Seine Stimme wird während des Sprechens immer klarer, immer schärfer. Sein vorwärts geschleuderter Arm wirft einen langen Schatten auf die weiße Mauer.
»¦
Pojtek lebt mit Frau und zwei Kindern in einem kleinen Zimmer genau so wie während des Krieges.
— Warum verschaffst du dir keine anständige Wohnung? — bedrängt ihn die Frau. — Die anderen...
— Das eilt nicht — antwortete Pojtek energisch.
In einer Tonschüssel steht Kürbisgemüse auf dem Tisch.
— Nimm, Genosse — sagt Pojtek zu Peter gewandt. — Jeder bekommt ein Stück Brot, die Kinder ein großes Stück, die Großen ein kleineres.
— Die Füße der Kinder hängen aus den Schuhen heraus. Lajcsis Hosen sind am Hintern so oft geflickt, dass kein Fleckchen mehr Platz hat. Wo ich's nähe, reißt's daneben aus.
— Es ist Sommer, wir erfrieren nicht.
— Sagen Sie, Genosse Kovacs, ist es nicht ein Verbrechen, die Kinder hungern zu lassen? Alles gehört uns und die Kin...

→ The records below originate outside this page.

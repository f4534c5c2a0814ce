import { forwardRef } from 'react';

type Variant = 'primary' | 'secondary' | 'ghost' | 'danger' | 'stamp';

const VARIANTS: Record<Variant, string> = {
  primary: 'bg-ink text-white hover:bg-ink-hover disabled:bg-marker-60',
  secondary: 'border border-paper-edge bg-white text-graphite hover:bg-paper-deep disabled:text-graphite-faint',
  ghost: 'text-graphite-soft hover:bg-paper-deep hover:text-graphite',
  danger: 'bg-stamp text-white hover:bg-stamp/90',
  /** The editor's "ready to ink" stamp: its own colour, never the one for deleting. */
  stamp: 'bg-ready text-white hover:bg-ready/90 disabled:opacity-60',
};

export type ButtonProps = React.ButtonHTMLAttributes<HTMLButtonElement> & { variant?: Variant };

export const Button = forwardRef<HTMLButtonElement, ButtonProps>(function Button(
  { variant = 'primary', className = '', type = 'button', ...props },
  ref,
) {
  return (
    <button
      ref={ref}
      type={type}
      className={`inline-flex items-center justify-center gap-1.5 rounded-md px-3 py-2 text-sm font-bold transition-colors disabled:cursor-not-allowed ${VARIANTS[variant]} ${className}`}
      {...props}
    />
  );
});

— Unsinn, wer hungert denn? In sechs Wochen ist dein Geburtstag, dann essen wir Fleisch.
Die Frau lächelt. Ihr strenges hungriges Gesicht wird freundlich. Für einen Augenblick sah sie der kleinen Schneiderin ähnlich, die Pojtek vor sieben Jahren auf der Mückeninsel kennen gelernt hat, und sie sah auch jener Frau ähnlich, die im Januar dem Redner, der bremsen wollte, Schneeballen ins Gesicht geworfen hatte. Aber ihr Lächeln wird bald wieder bitter, und nach einer Weile sagt sie fast weinend:
— Wer wird diese sechs Wochen erleben?
— Im Krieg wurde auf uns geschossen, und doch sind wir am Leben. Es ist ebenso möglich, dass ich von morgen an — trotzdem ich Metallarbeiter bin — Bauer werde — , sagte Peter und gab dem Gespräch plötzlich eine andere Wendung.
— Bauer, sagte weinerlich der kleine Lajcsi.

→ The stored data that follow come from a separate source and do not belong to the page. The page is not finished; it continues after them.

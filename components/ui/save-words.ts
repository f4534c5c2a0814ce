// The one phrase both save badges use once everything is stored on the server.
export const SAVED_WORDS = 'Kept safe';
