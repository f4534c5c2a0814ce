// A labelled form field with its error message tied to the input for screen readers.
export function Field({ id, label, error, hint, children }: { id: string; label: string; error?: string; hint?: string; children: React.ReactNode }) {
  return (
    <div className="space-y-1">
      <label htmlFor={id} className="block text-sm font-bold text-graphite-soft">
        {label}
      </label>
      {children}
      {hint && !error && <p className="text-xs text-graphite-faint">{hint}</p>}
      {error && (
        <p id={`${id}-error`} role="alert" className="text-sm text-stamp">
          {error}
        </p>
      )}
    </div>
  );
}
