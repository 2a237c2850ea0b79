import { resolveNonlinear } from '../scenario/nonlinear-schema';
import type { InputTerm, Scenario } from '../scenario/scenario-schema';
import { describeFieldErrors, type Parsed } from '../validation/field-errors';
import { hasWindupRegimes, integralRate, pidRequest, type ContinuousPidGains } from './continuous-pid';
import { firstPositive } from './event-bisection';
import { chooseSlip, frictionBoundMessage, frictionEvent } from './friction-regime';
import { forcingTermsOf, type ForcingTerms } from './forcing-terms';
import { driveTorque, gravityTorque, quantizeAngle } from './joint-effects';
import { admitKick } from './kick-rule';
import { boundMessage as runawayMessage, outOfBounds as runaway } from './run-bounds';
import { holdRequest, sampledPidStep, type SampledPidGains } from './sampled-pid';
import { gaussianSource } from './seeded-noise';
import { effectOnsets, type EffectOnset } from './effect-onsets';
import { TraceRecorder } from './trace-recorder';
import { createContinuousLoop } from './continuous-loop';
import { ANGLE, INTEGRAL, FILTER, VELOCITY, initialRunState } from './twin-run-state';
import { createTwinSolver, type DenseState, type StepObserver, type StretchResult, type TwinSolver } from './twin-solver';
import { twinScenarioErrors } from './twin-scenario-errors';
import { TWIN_DEFAULTS, type AdvanceLimits, type TwinOptions } from './twin-settings';
import type { KickTerm, TwinRun, TwinStop, TwinTrace } from './twin-types';
import { workAllowance, workMessage, type WorkSpent } from './work-budget';

// Callers import the twin's types from here; they live in their own files so each stays small.
export { TWIN_DEFAULTS, type AdvanceLimits, type TwinOptions, type TwinSettings } from './twin-settings';
export type { KickTerm, TwinRun, TwinSamples, TwinStop, TwinSwitches, TwinTrace, TwinWork } from './twin-types';
export { twinEffects, type EffectOnset, type TwinEffect } from './effect-onsets';

/** Why a stretch stopped before its end, if it did. */
type StretchHalt = 'bound' | 'event' | 'work' | 'deadline';

/** A stretch as integrated: the solver's result, the halt, and the event or halt time. */
interface IntegratedStretch {
  result: StretchResult;
  halt: StretchHalt | null;
  eventTime: number;
}

/** Most points at which one integrator step is scanned for a regime event. */
const MAX_EVENT_SCAN = 1000;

— Dann können Sie wenigstens dafür sorgen, dass wir auch manchmal einen menschenwürdigen Bissen bekommen — sagte leise Frau Pojtek.
— Genug! Weib! Ich höre nur klagen, wenn ich zu Hause bin.
Pojtek schlug mit der Faust auf den Tisch. Klappernd tanzten die Teller.
Auf dem Karolyischen Gut in Kaposztasmegyer begann die Ernte. Peter lebt, arbeitet dort unter den Landarbeitern. Stellt sich in die Reihe der Erntearbeiter ein.
— Der Volkskommissar steigt einer jungen Frau nach — flüstern sich die Bauern zu. — Es dauert bestimmt keine Stunde mehr, und er wirft die Sense fort.
Peter arbeitet mit den anderen, bis es dunkel wird, geht aber auch dann noch nicht nach Hause, er bleibt draußen auf dem Feld. Am Lagerfeuer unterhalten sich die Alten.
— Der ist nicht aus Budapest — sagt wohlwollend ein alter Knecht mit Bezug auf Peter.
— Na — na, warte nur, wie es enden wird! Gewiss will er Abgeordneter werden, oder er hat noch schlimmere Gedanken im Kopf.
— Das ist schon möglich.
An dem Feuer, wo Peter sitzt, wird über Angelegenheiten des Landes, des Volkes diskutiert.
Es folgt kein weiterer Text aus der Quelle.